▸ **Stored data entries**:
####

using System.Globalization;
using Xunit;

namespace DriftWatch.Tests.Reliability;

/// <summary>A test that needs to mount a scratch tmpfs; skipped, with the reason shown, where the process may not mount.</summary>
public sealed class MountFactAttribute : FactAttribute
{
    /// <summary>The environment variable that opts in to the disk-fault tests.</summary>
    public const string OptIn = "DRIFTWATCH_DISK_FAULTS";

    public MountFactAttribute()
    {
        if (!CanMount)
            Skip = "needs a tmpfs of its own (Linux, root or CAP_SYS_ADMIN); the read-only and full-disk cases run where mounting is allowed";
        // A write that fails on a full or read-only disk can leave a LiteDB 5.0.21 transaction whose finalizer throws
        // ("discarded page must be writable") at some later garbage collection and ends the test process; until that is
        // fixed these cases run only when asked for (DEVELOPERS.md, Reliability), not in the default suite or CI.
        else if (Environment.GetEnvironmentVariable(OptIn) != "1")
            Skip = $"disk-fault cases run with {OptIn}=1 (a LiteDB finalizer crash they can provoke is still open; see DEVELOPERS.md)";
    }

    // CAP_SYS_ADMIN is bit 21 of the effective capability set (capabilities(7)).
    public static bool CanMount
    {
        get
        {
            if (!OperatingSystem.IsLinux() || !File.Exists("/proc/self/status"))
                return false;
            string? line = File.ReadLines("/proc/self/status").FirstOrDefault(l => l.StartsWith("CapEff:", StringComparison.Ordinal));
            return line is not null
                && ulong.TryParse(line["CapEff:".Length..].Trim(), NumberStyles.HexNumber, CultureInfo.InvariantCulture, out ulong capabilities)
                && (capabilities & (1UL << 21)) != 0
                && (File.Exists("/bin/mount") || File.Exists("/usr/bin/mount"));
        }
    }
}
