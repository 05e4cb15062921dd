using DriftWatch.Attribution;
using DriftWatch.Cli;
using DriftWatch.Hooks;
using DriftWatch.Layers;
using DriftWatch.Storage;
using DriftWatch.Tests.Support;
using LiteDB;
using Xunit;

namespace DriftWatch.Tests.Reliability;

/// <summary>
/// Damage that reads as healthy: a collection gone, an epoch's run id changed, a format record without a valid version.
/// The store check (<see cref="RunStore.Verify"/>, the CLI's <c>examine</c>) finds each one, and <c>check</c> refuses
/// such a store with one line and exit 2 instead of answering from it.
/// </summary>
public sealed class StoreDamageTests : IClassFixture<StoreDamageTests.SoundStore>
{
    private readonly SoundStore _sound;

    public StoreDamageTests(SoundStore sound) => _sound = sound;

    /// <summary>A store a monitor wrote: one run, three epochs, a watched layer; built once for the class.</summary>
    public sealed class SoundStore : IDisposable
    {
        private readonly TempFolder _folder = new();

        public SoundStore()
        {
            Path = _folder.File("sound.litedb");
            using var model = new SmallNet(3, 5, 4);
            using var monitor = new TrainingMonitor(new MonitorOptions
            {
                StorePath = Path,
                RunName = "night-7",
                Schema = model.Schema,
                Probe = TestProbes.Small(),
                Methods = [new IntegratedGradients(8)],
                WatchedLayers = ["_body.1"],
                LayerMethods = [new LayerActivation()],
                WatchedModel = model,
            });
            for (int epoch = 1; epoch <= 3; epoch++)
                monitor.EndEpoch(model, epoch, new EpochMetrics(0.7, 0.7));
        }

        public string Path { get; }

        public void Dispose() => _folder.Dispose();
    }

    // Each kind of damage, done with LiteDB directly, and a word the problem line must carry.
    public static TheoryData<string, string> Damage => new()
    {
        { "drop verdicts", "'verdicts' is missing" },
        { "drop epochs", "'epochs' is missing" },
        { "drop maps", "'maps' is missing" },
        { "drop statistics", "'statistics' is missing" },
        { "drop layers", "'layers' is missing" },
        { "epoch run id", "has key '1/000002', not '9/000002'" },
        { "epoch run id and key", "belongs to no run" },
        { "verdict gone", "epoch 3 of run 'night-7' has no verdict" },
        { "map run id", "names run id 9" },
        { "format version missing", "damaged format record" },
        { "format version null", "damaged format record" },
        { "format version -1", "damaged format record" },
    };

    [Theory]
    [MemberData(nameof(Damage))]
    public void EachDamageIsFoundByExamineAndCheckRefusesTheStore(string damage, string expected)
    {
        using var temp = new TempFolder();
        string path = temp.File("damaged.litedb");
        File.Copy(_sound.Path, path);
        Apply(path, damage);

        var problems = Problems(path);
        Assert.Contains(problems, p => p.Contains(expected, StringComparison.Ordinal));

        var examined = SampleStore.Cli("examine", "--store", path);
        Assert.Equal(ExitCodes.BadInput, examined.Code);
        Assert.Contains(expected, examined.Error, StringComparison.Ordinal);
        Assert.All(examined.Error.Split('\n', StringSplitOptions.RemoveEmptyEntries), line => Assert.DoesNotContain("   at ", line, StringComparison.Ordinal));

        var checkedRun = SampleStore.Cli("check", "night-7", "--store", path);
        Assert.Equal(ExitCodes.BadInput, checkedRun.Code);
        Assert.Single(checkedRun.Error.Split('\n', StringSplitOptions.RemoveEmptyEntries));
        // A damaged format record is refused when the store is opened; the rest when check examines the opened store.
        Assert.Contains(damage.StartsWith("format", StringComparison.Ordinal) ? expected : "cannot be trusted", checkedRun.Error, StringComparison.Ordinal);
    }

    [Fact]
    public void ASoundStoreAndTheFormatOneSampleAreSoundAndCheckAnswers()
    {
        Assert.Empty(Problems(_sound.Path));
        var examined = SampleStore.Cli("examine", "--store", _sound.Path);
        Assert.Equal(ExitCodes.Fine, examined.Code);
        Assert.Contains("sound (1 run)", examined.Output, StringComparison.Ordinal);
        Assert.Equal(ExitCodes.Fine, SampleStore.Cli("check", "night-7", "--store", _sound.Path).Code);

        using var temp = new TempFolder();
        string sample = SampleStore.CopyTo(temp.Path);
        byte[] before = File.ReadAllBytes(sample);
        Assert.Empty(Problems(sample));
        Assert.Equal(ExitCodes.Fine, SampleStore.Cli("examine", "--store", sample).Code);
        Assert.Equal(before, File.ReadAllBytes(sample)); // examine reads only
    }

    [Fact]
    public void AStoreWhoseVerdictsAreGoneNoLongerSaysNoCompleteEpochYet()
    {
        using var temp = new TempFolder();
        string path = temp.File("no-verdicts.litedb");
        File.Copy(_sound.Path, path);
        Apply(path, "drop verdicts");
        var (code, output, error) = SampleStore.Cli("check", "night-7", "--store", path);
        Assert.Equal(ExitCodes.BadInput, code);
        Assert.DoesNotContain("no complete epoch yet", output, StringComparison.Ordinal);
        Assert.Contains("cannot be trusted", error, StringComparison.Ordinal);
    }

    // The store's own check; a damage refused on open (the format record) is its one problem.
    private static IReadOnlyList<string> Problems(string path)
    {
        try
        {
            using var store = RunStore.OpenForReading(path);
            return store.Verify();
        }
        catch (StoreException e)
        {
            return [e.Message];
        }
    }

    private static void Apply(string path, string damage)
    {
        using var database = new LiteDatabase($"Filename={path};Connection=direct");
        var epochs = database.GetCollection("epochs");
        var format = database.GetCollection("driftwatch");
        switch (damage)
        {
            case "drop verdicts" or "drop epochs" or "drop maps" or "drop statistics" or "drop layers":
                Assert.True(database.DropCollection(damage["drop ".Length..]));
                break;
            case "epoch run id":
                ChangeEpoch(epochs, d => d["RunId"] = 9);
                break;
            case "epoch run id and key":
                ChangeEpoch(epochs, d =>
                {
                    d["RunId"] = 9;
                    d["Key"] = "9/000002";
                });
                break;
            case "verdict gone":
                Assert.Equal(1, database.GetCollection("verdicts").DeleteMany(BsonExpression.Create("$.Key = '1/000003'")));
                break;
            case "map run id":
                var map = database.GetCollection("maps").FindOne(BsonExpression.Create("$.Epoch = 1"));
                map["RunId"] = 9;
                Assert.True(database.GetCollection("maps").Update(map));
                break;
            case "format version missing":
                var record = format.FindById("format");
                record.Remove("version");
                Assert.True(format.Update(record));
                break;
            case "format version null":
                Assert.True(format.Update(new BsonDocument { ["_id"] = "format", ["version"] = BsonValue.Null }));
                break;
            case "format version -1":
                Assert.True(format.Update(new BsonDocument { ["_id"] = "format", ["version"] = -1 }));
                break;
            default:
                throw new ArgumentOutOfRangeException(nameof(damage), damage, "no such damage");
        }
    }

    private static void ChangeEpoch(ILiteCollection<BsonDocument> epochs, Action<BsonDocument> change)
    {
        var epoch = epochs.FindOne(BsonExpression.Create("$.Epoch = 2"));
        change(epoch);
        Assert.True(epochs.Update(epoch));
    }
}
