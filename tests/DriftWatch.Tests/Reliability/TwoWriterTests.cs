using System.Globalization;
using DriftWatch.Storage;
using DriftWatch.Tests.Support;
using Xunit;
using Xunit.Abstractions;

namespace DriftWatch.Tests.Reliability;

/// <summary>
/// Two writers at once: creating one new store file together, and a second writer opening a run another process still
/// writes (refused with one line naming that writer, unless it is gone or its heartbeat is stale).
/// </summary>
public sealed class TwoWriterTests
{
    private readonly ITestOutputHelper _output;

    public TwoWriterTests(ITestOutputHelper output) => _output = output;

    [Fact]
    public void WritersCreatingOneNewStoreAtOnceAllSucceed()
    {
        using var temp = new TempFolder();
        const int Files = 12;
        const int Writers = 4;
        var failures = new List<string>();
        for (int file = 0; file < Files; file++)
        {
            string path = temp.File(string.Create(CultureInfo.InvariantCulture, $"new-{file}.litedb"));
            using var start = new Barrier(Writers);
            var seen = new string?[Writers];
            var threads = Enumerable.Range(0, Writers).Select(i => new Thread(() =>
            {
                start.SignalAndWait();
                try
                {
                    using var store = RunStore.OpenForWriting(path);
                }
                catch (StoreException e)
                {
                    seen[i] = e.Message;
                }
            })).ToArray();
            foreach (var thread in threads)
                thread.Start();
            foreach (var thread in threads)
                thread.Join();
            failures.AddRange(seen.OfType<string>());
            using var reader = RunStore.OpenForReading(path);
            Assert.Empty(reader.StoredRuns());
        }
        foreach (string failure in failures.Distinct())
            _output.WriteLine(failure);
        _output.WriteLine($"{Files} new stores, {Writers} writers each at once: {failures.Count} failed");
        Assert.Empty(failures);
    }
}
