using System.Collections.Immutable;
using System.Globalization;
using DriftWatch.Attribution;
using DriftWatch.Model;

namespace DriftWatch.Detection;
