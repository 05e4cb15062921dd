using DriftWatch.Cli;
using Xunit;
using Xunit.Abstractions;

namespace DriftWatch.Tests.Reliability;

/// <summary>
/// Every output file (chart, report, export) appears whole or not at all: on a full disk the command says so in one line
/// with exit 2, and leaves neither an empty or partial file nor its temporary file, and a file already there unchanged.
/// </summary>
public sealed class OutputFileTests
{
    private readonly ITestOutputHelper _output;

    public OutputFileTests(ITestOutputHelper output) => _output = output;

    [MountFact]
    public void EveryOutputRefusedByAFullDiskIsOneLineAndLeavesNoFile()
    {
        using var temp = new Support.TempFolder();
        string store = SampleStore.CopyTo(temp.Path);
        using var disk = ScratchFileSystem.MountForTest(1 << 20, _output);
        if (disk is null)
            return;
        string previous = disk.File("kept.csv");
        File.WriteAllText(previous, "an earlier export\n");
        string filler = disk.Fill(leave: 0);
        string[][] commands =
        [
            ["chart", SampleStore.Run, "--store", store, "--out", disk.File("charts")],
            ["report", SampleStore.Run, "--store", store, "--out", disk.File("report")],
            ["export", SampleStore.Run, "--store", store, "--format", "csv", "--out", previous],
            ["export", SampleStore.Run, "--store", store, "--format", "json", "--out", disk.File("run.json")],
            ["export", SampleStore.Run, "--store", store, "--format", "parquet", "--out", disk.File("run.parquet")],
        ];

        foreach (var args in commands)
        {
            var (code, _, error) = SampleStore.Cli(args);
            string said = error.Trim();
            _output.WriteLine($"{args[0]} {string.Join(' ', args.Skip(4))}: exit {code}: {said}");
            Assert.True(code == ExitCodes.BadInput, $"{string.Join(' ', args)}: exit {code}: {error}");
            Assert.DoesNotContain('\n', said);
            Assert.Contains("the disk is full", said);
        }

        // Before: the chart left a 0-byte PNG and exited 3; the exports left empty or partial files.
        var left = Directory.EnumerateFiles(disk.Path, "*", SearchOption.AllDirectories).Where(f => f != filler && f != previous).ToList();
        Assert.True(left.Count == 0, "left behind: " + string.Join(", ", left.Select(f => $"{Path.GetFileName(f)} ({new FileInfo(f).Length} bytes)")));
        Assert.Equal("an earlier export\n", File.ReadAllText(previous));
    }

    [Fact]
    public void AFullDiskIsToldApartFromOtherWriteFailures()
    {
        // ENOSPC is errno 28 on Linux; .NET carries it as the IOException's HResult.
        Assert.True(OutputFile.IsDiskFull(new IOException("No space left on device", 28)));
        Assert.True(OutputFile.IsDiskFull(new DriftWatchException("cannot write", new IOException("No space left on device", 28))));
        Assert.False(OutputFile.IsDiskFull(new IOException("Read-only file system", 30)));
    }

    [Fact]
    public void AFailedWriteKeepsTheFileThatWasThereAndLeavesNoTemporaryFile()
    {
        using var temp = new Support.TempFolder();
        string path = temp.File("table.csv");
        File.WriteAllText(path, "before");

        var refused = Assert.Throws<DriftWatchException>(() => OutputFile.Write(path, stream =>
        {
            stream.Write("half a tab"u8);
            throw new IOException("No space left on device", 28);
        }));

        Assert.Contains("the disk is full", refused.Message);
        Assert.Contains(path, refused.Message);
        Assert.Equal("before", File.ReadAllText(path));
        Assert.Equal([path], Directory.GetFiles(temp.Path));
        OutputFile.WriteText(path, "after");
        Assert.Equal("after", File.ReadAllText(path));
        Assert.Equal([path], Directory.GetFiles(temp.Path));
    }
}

####

▸ **What to work on**: Find every line above that contains the word "trusted", and return each one.

▸ **Output of the task**:
        Assert.Contains(damage.StartsWith("format", StringComparison.Ordinal) ? expected : "cannot be trusted", checkedRun.Error, StringComparison.Ordinal);
        Assert.Contains("cannot be trusted", error, StringComparison.Ordinal);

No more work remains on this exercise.